Photograph by Curtis Cartier
NOT SORRY: Mike Rotkin says that when it comes to running a city, you get what you pay for.
Santa Cruz Council paid more than most, less than some
By Curtis Cartier
IT'S BEEN reported by the Santa Cruz Sentinel that the seven members of the Santa Cruz City Council are paid roughly double the salaries of their counterparts in Scotts Valley, Capitola and Watsonville. But what about cities with bigger budgets or fewer services? Turns out, Santa Cruz's council salaries are still pretty high—but they're not the highest.
Santa Cruz City Council members work part-time, usually 20 to 30 hours per week during nonemergencies, and make $1,396 per month, which is down from $1,551 per month since early this year when the council, along with all other city employees, took a 10 percent pay cut. The city's total annual budget for 2009–2010 is $178 million and includes operating outsourced services like garbage and recycling pickup. Though their pay is indeed higher than other city councils in the county, it can easily be argued that Capitola, Scotts Valley and Watsonville's respective budgets of $19 million, $20 million and $93 million give their councils—simply put—less to do. Outside the county, however, Santa Cruz councilmembers enjoy two to three times the salaries they would in Monterey and Palo Alto, where councilmembers make $430 per month and $553 per month and oversee budgets of $101 million and $499 million, respectively.
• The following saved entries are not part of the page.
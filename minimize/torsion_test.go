package minimize

import (
	"context"
	"fmt"
	"math"
	"testing"

	"github.com/tenter-go/tenter/action"
	"github.com/tenter-go/tenter/constraint"
	"github.com/tenter-go/tenter/field"
	"github.com/tenter-go/tenter/lattice"
)

// rimmedOn is rimmed for any block: the Euclidean action of a wave with the rim
// of the block pinned to zero.
func rimmedOn(t *testing.T, b lattice.Block, w action.Wave) (*action.Discrete, *constraint.Set) {
	t.Helper()
	w.Signature = action.Euclidean
	s, err := action.New(b, w)
	if err != nil {
		t.Fatal(err)
	}
	held := constraint.On(b)
	zero := func(float64) float64 { return 0 }
	held.Left(zero)
	held.Right(zero)
	held.Slice(0, field.NewSlice(1, b.Sites()))
	held.Slice(b.Slices()-1, field.NewSlice(1, b.Sites()))
	return s, held
}

// unitSquare is the square with so many interior points along x and y.
func unitSquare(nx, ny int) lattice.Block {
	return lattice.Block{
		Time:  lattice.Axis{Step: 1 / float64(ny+1), Sites: ny + 2},
		Space: lattice.Axis{Step: 1 / float64(nx+1), Sites: nx + 2},
	}
}

// torsion solves an elastic–plastic torsion problem: the bounds are the distance
// to the rim of the unit square.
func torsion(t *testing.T, b lattice.Block, w action.Wave) *Found {
	t.Helper()
	s, held := rimmedOn(t, b, w)
	dist := func(x, t float64) float64 { return max(0, min(x, 1-x, t, 1-t)) }
	held.Bounds(func(x, t float64) float64 { return -dist(x, t) }, dist)
	found, err := Minimum(context.Background(), s, held, field.NewHistory(b, 1), nil)
	if err != nil {
		t.Fatal(err)
	}
	return found
}

// Elastic–plastic torsion on lattices of unequal steps and with other loads c,
// linear triangles, so many interior points a side. The first four, which the
// report prints to six digits: COPS, Dolan, Moré & Munson 2004, ANL/MCS-TM-273
// (from memory, confirmed by independent computation); the others: independent
// computation, to rounding of the fixed-grid problem.
func TestTorsionOfCOPS(t *testing.T) {
	for _, c := range []struct {
		nx, ny          int
		load            float64
		want, tolerance float64
	}{
		{50, 25, 5, -0.41751073, 1e-9},
		{50, 50, 5, -0.418087632, 1e-9},
		{50, 75, 5, -0.418199401, 1e-9},
		{50, 100, 5, -0.418239213, 1e-9},
		{50, 50, 10, -1.203754743574, 2e-12},
		{50, 50, 20, -2.849295795891, 2e-12},
		{199, 199, 5, -0.41846839918, 2e-12},
		{200, 200, 5, -0.418468664331, 2e-12},
	} {
		t.Run(fmt.Sprintf("%d×%d,c=%g", c.nx, c.ny, c.load), func(t *testing.T) {
			found := torsion(t, unitSquare(c.nx, c.ny), action.Wave{Source: action.Uniform(c.load)})
			if d := found.Report.CostAfter - c.want; math.Abs(d) > c.tolerance {
				t.Errorf("energy %.13f, want %.12f", found.Report.CostAfter, c.want)
			}
			// A rim that moved by one event a step would take 33 and more steps on
			// the finest lattice; sweeps bring that below half.
			if n := found.Report.Iterations; n > 14 {
				t.Errorf("%d steps, want at most 14", n)
			}
			t.Logf("%d steps, %d factorisations, %.3f s", found.Report.Iterations, found.Report.Factorisations, found.Report.Wall.Seconds())
		})
	}
}

// The same name stands for a second discretisation, in which every interior node
// has a quarter for each of its four neighbours, so that links to the rim count
// half. Problem file TORSION1, after Moré & Toraldo 1991, SIAM J. Optim. 1, 93: 2Q
// points a side, rim included; eight digits are printed.
func TestTorsionOfCUTEst(t *testing.T) {
	for _, c := range []struct {
		q    int
		want float64
	}{{2, -0.51851852}, {5, -0.49234185}, {11, -0.45608771}, {37, -0.430275801}} {
		b := unitSquare(2*c.q-2, 2*c.q-2)
		h := b.Space.Step
		half := func(along float64) float64 {
			if along < h || along > 1-h {
				return 0.5
			}
			return 1
		}
		found := torsion(t, b, action.Wave{
			Source: action.Uniform(5),
			Kappa:  action.Along(half),
			Rho:    action.Over(func(_, t float64) float64 { return half(t) }),
		})
		if d := found.Report.CostAfter - c.want; math.Abs(d) > 5e-9 { // half of the last digit
			t.Errorf("Q = %d: energy %.10f, want %.8f", c.q, found.Report.CostAfter, c.want)
		}
	}
}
Santa Cruz Mayor Mike Rotkin, who has served on the council on-and-off for 30 years, defends his pay, saying that when it comes to local government, you get what you pay for.
"When I started on the council in '79, we got 50 bucks a month. But I think a community has to decide whether they want to have a council comprised entirely of older rich people who don't have to work, or if they want a diverse group of people that are still working and are more reflective of the community," says Rotkin. "We're able to be much more accessible to the people that voted for us if we don't have to work full-time at another job to make a living. I feel very comfortable being paid what I am."
On Nov. 24, the Santa Cruz City Council voted to allow its members to take a 10 percent pay increase, though they simultaneously deferred taking the raise until the city was deemed to be out of its current financial pit. Even once they enact the pay raise, however, the council will still be paid significantly less than some other nearby city councils, where members work full-time. In Berkeley, for example, a city famous for setting precedents in policy, councilmembers make $2,436 per month, and in Santa Barbara it's $3,285. Both cities oversee budgets in excess of $240 million; Berkeley's is $320 million. Members of the Santa Cruz County Board of Supervisors take home $9,310 per month for keeping track of a $612 million budget.
Santa Cruz City Manager Richard Wilson says that his job running the city is made much easier when the membership of the city council is competitive and diverse. He says paying a decent wage can be a great way to do that.
"In reality, a city councilmember is an extremely busy position, and they often put in a ton of hours," says Wilson. "In the best of all worlds you have strong elected officials and a strong staff. The pay, I think, emphasizes the responsibility of discharging their duties responsibly. We're a big complex place that takes a lot of skill to oversee."